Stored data
┄┄┄┄┄┄┄┄┄┄
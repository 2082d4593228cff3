/**
 * Partial fractions of H(z) = B(z^-1)/A(z^-1) in the convention of scipy.signal.residuez:
 *   H(z) = Σ_i r_i / (1 − p_i z^-1)^(k_i) + Σ_j d_j z^-j,
 * with a repeated pole of multiplicity m listed m times, powers 1..m. Residues come from the Taylor series of
 * B(x)·(1 − p x)^m / A(x) about x = 1/p (x = z^-1), computed as a product of the other poles' factors — the
 * derivative formula for repeated poles, evaluated without forming derivatives of A.
 */
import type { Complex, Root, TransferFunction, Zpk } from '../types.ts';
import { polyMul } from '../poly.ts';
import { zpkToTf } from '../system/transferFunction.ts';
import { expandRoots, rootCount } from '../system/rootList.ts';
import type { Poly } from '../poly.ts';
import { taylorAt } from './taylor.ts';
import { factorSeries, seriesDiv, seriesMulInPlace, type Series } from './series.ts';

/** First m Taylor coefficients of the numerator N(x), x = z^-1, about the complex point x0. */
export type NumeratorSeries = (x0r: number, x0i: number, m: number) => Series;

/** Numerator series of a polynomial b in powers of z^-1 (b[k] multiplies x^k). */
export function polynomialNumerator(b: Poly): NumeratorSeries {
  const descending = Array.from(b).reverse();
  return (x0r, x0i, m) => taylorAt(descending, x0r, x0i, m);
}

/** Partial fractions of a transfer function; residues[i], poles[i], powers[i] describe one fraction. */
export interface PartialFractions {
  residues: Complex[];
  /** Every pole listed (conjugates included), once per power. */
  poles: Complex[];
  /** k of r/(1 − p z^-1)^k: 1..m for a pole of multiplicity m. */
  powers: number[];
  /** FIR part: direct[j] multiplies z^-j. Empty when the system is strictly proper in z^-1. */
  direct: number[];
  /** Whether the pole search converged. */
  converged: boolean;
}

/**
 * Trims trailing zeros (powers of z^-1 that contribute nothing) and divides both by a[0]. Throws when the
 * denominator is zero or its leading coefficient is.
 */
export function normalizeTf(tf: TransferFunction): { b: Float64Array; a: Float64Array } {
  const a = trimTrailingZeros(tf.a);
  const a0 = a[0];
  if (a0 === undefined || a0 === 0 || !Number.isFinite(a0)) {
    throw new Error(
      `partial fractions: the leading denominator coefficient a[0] is ${String(tf.a[0])}; it must be a nonzero number`,
    );
  }
  const b = trimTrailingZeros(tf.b);
  return { b: b.map((v) => v / a0), a: a.map((v) => v / a0) };
}

function trimTrailingZeros(p: readonly number[] | Float64Array): Float64Array {
  let n = p.length;
  while (n > 0 && p[n - 1] === 0) n--;
  return Float64Array.from({ length: n }, (_, i) => p[i]!);
}

/**
 * Expansion of b/a over the given pole groups (conjugates listed separately, multiplicities summing to the
 * degree of a). a must be monic (a[0] = 1) with a nonzero last coefficient. The residues use `numerator`, by
 * default b's own series; a factored numerator gives more accurate residues at high order.
 */
export function expandOverPoles(
  b: Poly,
  a: Poly,
  groups: readonly Root[],
  converged: boolean,
  numerator: NumeratorSeries = polynomialNumerator(b),
): PartialFractions {
  const sorted = [...groups].sort(
    (p, q) => Math.hypot(p.re, p.im) - Math.hypot(q.re, q.im) || p.re - q.re || p.im - q.im,
  );
  const out: PartialFractions = { residues: [], poles: [], powers: [], direct: directTerms(b, a), converged };
  const byGroup = new Map<Root, Complex[]>();
  for (const g of sorted) {
    const mirror =
      g.im < 0
        ? sorted.find((h) => h.re === g.re && h.im === -g.im && h.multiplicity === g.multiplicity)
        : undefined;
    const mirrored = mirror && byGroup.get(mirror);
    const residues = mirrored
      ? mirrored.map((r) => ({ re: r.re, im: -r.im }))
      : residuesAt(numerator, g, sorted);
    byGroup.set(g, residues);
    residues.forEach((r, k) => {
      out.residues.push(r);
      out.poles.push({ re: g.re, im: g.im });
      out.powers.push(k + 1);
    });
  }
  // Coincident groups the merge could not reconcile give infinite residues: report, do not hide.
  out.converged = converged && out.residues.every((r) => Number.isFinite(r.re) && Number.isFinite(r.im));
  return out;
}

/** Quotient of b by a as polynomials in x = z^-1 (long division from the highest power of x). */
function directTerms(b: Poly, a: Poly): number[] {
  const nb = b.length - 1;
  const na = a.length - 1;
  if (nb < na) return [];
  const rem = Float64Array.from(b);
  const q = new Array<number>(nb - na + 1).fill(0);
  const lead = a[na]!;
  for (let k = nb - na; k >= 0; k--) {
    const c = rem[k + na]! / lead;
    q[k] = c;
    for (let i = 0; i <= na; i++) rem[k + i]! -= c * a[i]!;
  }
  return q;
}

/**
 * Residues r_1..r_m of the m-fold pole g: coefficients of (1 − p x)^(m−k) in N(x)(1 − p x)^m / A(x), from
 * the numerator's series about x0 = 1/p (x = z^-1) and the other poles' factors.
 */
function residuesAt(numerator: NumeratorSeries, g: Root, all: readonly Root[]): Complex[] {
  const m = g.multiplicity;
  const pm = g.re * g.re + g.im * g.im;
  const x0r = g.re / pm;
  const x0i = -g.im / pm;
  // In t = x − x0 the factor 1 − p x is −p t, so u = 1 − p x gives coefficient of u^j = g_j · (−1/p)^j.
  const [gR, gI] = seriesDiv(numerator(x0r, x0i, m), factorSeries(all, x0r, x0i, m, g));
  const residues: Complex[] = new Array<Complex>(m);
  let wr = 1;
  let wi = 0;
  for (let j = 0; j < m; j++) {
    residues[m - 1 - j] = { re: gR[j]! * wr - gI[j]! * wi, im: gR[j]! * wi + gI[j]! * wr };
    const t = -(wr * x0r - wi * x0i);
    wi = -(wr * x0i + wi * x0r);
    wr = t;
  }
  return residues;
}

/**
 * Two poles of a zeros/poles/gain description closer than this (relative to max(1, |p|)) are one repeated
 * pole: they can only be that close by intent (a cosine input at a pole's frequency, a pole placed twice),
 * since the positions are exact numbers rather than computed roots.
 */
export const COINCIDENT_POLE_TOLERANCE = 1e-9;

/** A rational factor b/a in powers of z^-1 multiplying H(z), with its poles listed (conjugates included). */
export interface RationalFactor {
  b: readonly number[];
  a: readonly number[];
  poles: readonly Root[];
}

const UNIT: RationalFactor = { b: [1], a: [1], poles: [] };

/**
 * Partial fractions of H(z)·F(z) for H given by zeros, poles and gain (b/a aligned as zpkToTf, so a pole
 * excess shows as a delay). The poles are used as given, not recomputed from coefficients, so high-order
 * and repeated poles keep full accuracy.
 */
export function partialFractionsZpk(zpk: Zpk, factor: RationalFactor = UNIT): PartialFractions {
  const tf = zpkToTf(zpk);
  const { b, a } = normalizeTf({
    b: Array.from(polyMul(tf.b, factor.b)),
    a: Array.from(polyMul(tf.a, factor.a)),
  });
  const zeros = expandRoots(zpk.zeros);
  const poles = expandRoots(zpk.poles);
  const delay = Math.max(0, rootCount(zpk.poles) - rootCount(zpk.zeros));
  const groups: Root[] = [];
  for (const p of [...poles, ...factor.poles]) {
    // Poles at the origin are the delay already folded into b.
    if (p.re === 0 && p.im === 0) continue;
    const reach = COINCIDENT_POLE_TOLERANCE * Math.max(1, Math.hypot(p.re, p.im));
    const same = groups.find((g) => Math.hypot(g.re - p.re, g.im - p.im) <= reach);
    if (same) same.multiplicity += p.multiplicity;
    else groups.push({ ...p });
  }
  const factorNumerator = polynomialNumerator(factor.b);
  const numerator: NumeratorSeries = (x0r, x0i, m) => {
    // N(x) = k · x^delay · Π(1 − zᵢ x) · b_F(x)
    const s = factorSeries(zeros, x0r, x0i, m);
    seriesMulInPlace(s, factorNumerator(x0r, x0i, m));
    const shift: Series = [Float64Array.of(x0r, 1), Float64Array.of(x0i, 0)];
    for (let k = 0; k < delay; k++) seriesMulInPlace(s, shift);
    for (let j = 0; j < m; j++) {
      s[0][j]! *= zpk.gain;
      s[1][j]! *= zpk.gain;
    }
    return s;
  };
  return expandOverPoles(b, a, groups, true, numerator);
}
┄┄┄┄┄┄┄┄┄┄
→ **YOUR ASSIGNMENT**: Beginning with the first line above, could you copy every line exactly, up to and including the one with "factors — the"?

→ **OUTPUT FOR THIS TASK**:
repository 2082d4593228cff3
/**
 * Partial fractions of H(z) = B(z^-1)/A(z^-1) in the convention of scipy.signal.residuez:
 *   H(z) = Σ_i r_i / (1 − p_i z^-1)^(k_i) + Σ_j d_j z^-j,
 * with a repeated pole of multiplicity m listed m times, powers 1..m. Residues come from the Taylor series of
 * B(x)·(1 − p x)^m / A(x) about x = 1/p (x = z^-1), computed as a product of the other poles' factors — the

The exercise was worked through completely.